Page 1 of 1

Split the Input Source into Multiple Datasets

Posted: Mon Sep 28, 2015 1:54 am
by samratisking
Hi All,

My requirement is to split the data in a table (80 - 100 fields) into multiple datasets at the target.

The target datasets should be created dynamically in the following way:

Dataset1 - 1 to 30 columns
Dataset2 - 31 to 60 columns
Dataset3 - 61 to 90 columns
Dataset4 - 91 to 100 columns.

We are not sure of the structure(metadata) of the input, and we are using RCP to read all the fields in datastage.
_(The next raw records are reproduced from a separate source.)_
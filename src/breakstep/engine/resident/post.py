"""Messages from one worker to the others: a queue for each, and at most one sender at work on it.

Whatever has piled up while the last message was under way goes next, so that messages grow with the traffic and
no timer is needed. A message that fails is sent again under the same number; the receiver drops one that it has
already had. Knows nothing of what the items mean.
"""

from __future__ import annotations

import asyncio
import threading
import time
from collections import deque
from collections.abc import Awaitable, Callable, Sequence
from dataclasses import dataclass, field
from typing import TypeAlias

from breakstep.engine.resident.wire import Item, Parcel, size_of

SEND_ATTEMPTS = 4
RETRY_SECONDS = 0.05  # before the second attempt; doubled for each further one
PARCEL_BYTES = 16_000_000  # most bytes in one message; a larger item goes alone

Letter: TypeAlias = tuple[int, Item]  # the worker it is for, and what
Send: TypeAlias = Callable[[int, int, Parcel], Awaitable[None]]  # worker, number, parcel; OSError: try again


@dataclass
class _Outbox:
    """Items for one worker, whether a sender is at work on them, and the number of the last message."""

    items: deque[tuple[Item, int]] = field(default_factory=deque)
    active: bool = False
    number: int = 0


class Post:
    """A worker's outgoing messages.

    Parameters
    ----------
    loop : asyncio.AbstractEventLoop
        Where the senders run.
    workers : int
    send : callable
        Sends one message and returns when it has been received.
    moved : callable
        Told how many bytes have been queued, or (negative) received.
    failed : callable
        Told of a worker that cannot be reached, and why.
    """

    def __init__(
        self,
        loop: asyncio.AbstractEventLoop,
        workers: int,
        send: Send,
        moved: Callable[[int], None],
        failed: Callable[[int, Exception], None],
    ) -> None:
        self._loop, self._send, self._moved, self._failed = loop, send, moved, failed
        self._boxes = [_Outbox() for _ in range(workers)]
        self._lock = threading.Lock()
        self._senders: set[asyncio.Task[None]] = set()
        self._closed = False

    def put(self, letters: Sequence[Letter]) -> None:
        """Queue items; callable from any thread."""
        idle: list[int] = []
        total = 0
        with self._lock:
            for worker, item in letters:
                box, nbytes = self._boxes[worker], sum(size_of(item[1]).values())
                total += nbytes
                box.items.append((item, nbytes))
                if not box.active:
                    box.active = True
                    idle.append(worker)
        self._moved(total)
        if idle and not self._closed:
            self._loop.call_soon_threadsafe(self._start, idle)

    def empty(self) -> bool:
        """Whether everything has been received."""
        with self._lock:
            return not any(box.items or box.active for box in self._boxes)

    def close(self) -> None:
        """Give up what is under way; to be called in the event loop."""
        self._closed = True
        for task in list(self._senders):
            task.cancel()

    def _start(self, workers: Sequence[int]) -> None:
        for worker in workers:
            task = self._loop.create_task(self._empty_box(worker))
            self._senders.add(task)
            task.add_done_callback(self._senders.discard)

    async def _empty_box(self, worker: int) -> None:
        """Send what there is for a worker, one message at a time."""
        box = self._boxes[worker]
        while not self._closed:
            with self._lock:
                batch, nbytes = _batch(box.items)
                if not batch:
                    box.active = False
                    return
                box.number += 1
            try:
                await self._deliver(worker, box.number, Parcel(batch, time.perf_counter_ns()))
            except Exception as error:  # whatever it is, a worker that waits for this message would wait for ever
                self._failed(worker, error)
                return
            self._moved(-nbytes)

    async def _deliver(self, worker: int, number: int, parcel: Parcel) -> None:
        for attempt in range(1, SEND_ATTEMPTS + 1):
            try:
                await self._send(worker, number, parcel)
                return
            except OSError:
                if attempt == SEND_ATTEMPTS:
                    raise
                await asyncio.sleep(RETRY_SECONDS * 2 ** (attempt - 1))


def _batch(items: deque[tuple[Item, int]]) -> tuple[list[Item], int]:
    """As many items as one message may hold."""
    batch: list[Item] = []
    total = 0
    while items and (not batch or total + items[0][1] <= PARCEL_BYTES):
        item, nbytes = items.popleft()
        batch.append(item)
        total += nbytes
    return batch, total
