def _check(splitting: TiledSplitting, machine: MachineModel, owner: Int32s) -> None:
    faults = []
    if machine.contention:
        faults.append("links with contention need a stored graph; expected a machine without")
    for number, stage in enumerate(splitting.stages):
        offsets = set(stage.offsets)
        if stage.slack != 1 or any((-a, -b, -c) not in offsets for a, b, c in offsets):
            faults.append(f"stage {number} needs neighbours in one direction or with slack; use the sweep")
    if len(owner) != splitting.tiles or owner.min() < 0 or owner.max() >= machine.workers:
        faults.append(f"expected {splitting.tiles} tiles on workers 0 to {machine.workers - 1}")
    if faults:
        raise ForecastError("Tiles cannot be played: " + "; ".join(faults) + ".", faults=faults)


@compiled_loop
def _push(heap: Int64s, size: Number, time: Number, code: Number) -> Number:
    """Add an event to a heap of pairs (time, code); the new size."""
    at = size
    while at > 0:
        up = (at - 1) >> 1
        if heap[up, 0] < time or (heap[up, 0] == time and heap[up, 1] <= code):
            break
        heap[at, 0] = heap[up, 0]
        heap[at, 1] = heap[up, 1]
        at = up
    heap[at, 0] = time
    heap[at, 1] = code
    return size + 1


@compiled_loop
def _pop(heap: Int64s, size: Number) -> Number:
    """Take the first event away; the new size."""
    size -= 1
    time, code = heap[size, 0], heap[size, 1]
    at = 0
    while True:
        child = 2 * at + 1
        if child >= size:
            break
        right = child + 1
        if right < size and (
            heap[right, 0] < heap[child, 0] or (heap[right, 0] == heap[child, 0] and heap[right, 1] < heap[child, 1])
        ):
            child = right
        if time < heap[child, 0] or (time == heap[child, 0] and code <= heap[child, 1]):
            break
        heap[at, 0] = heap[child, 0]
        heap[at, 1] = heap[child, 1]
        at = child
    heap[at, 0] = time
    heap[at, 1] = code
    return size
Any ideas are greatly appreciated.

Best Regards,
Sam

Posted: Mon Sep 28, 2015 4:30 am
by Thomas.B
For me, the first step is to create a job to put all the records from your base to a Dataset.
Then, you can create a multiple instance job to modify your schema like that:

Code: Select all

Input Dataset ---> Modify ---> Output Dataset
In the modify, set the specification to "KEEP #PARAM1#" where PARAM1 is a job parameter that contains the columns you want to put in one of your Datasets
After that, you can create a sequence job to call 1 time your first job, then, 4 times your second job with different column lists.
You can also declare your column list directly on the odbc stage but you will have to call it 4 times

I dont think you can do it without naming the columns in DataStage. Only by joining with the catalog tables from your database (syscat.columns for DB2, dbc.columns for Teradata ...)

Posted: Mon Sep 28, 2015 8:43 pm
by stuartjvnorton
How do you use them together coherently afterwards?
Are you taking a copy of the PK field[s] along into each of the files?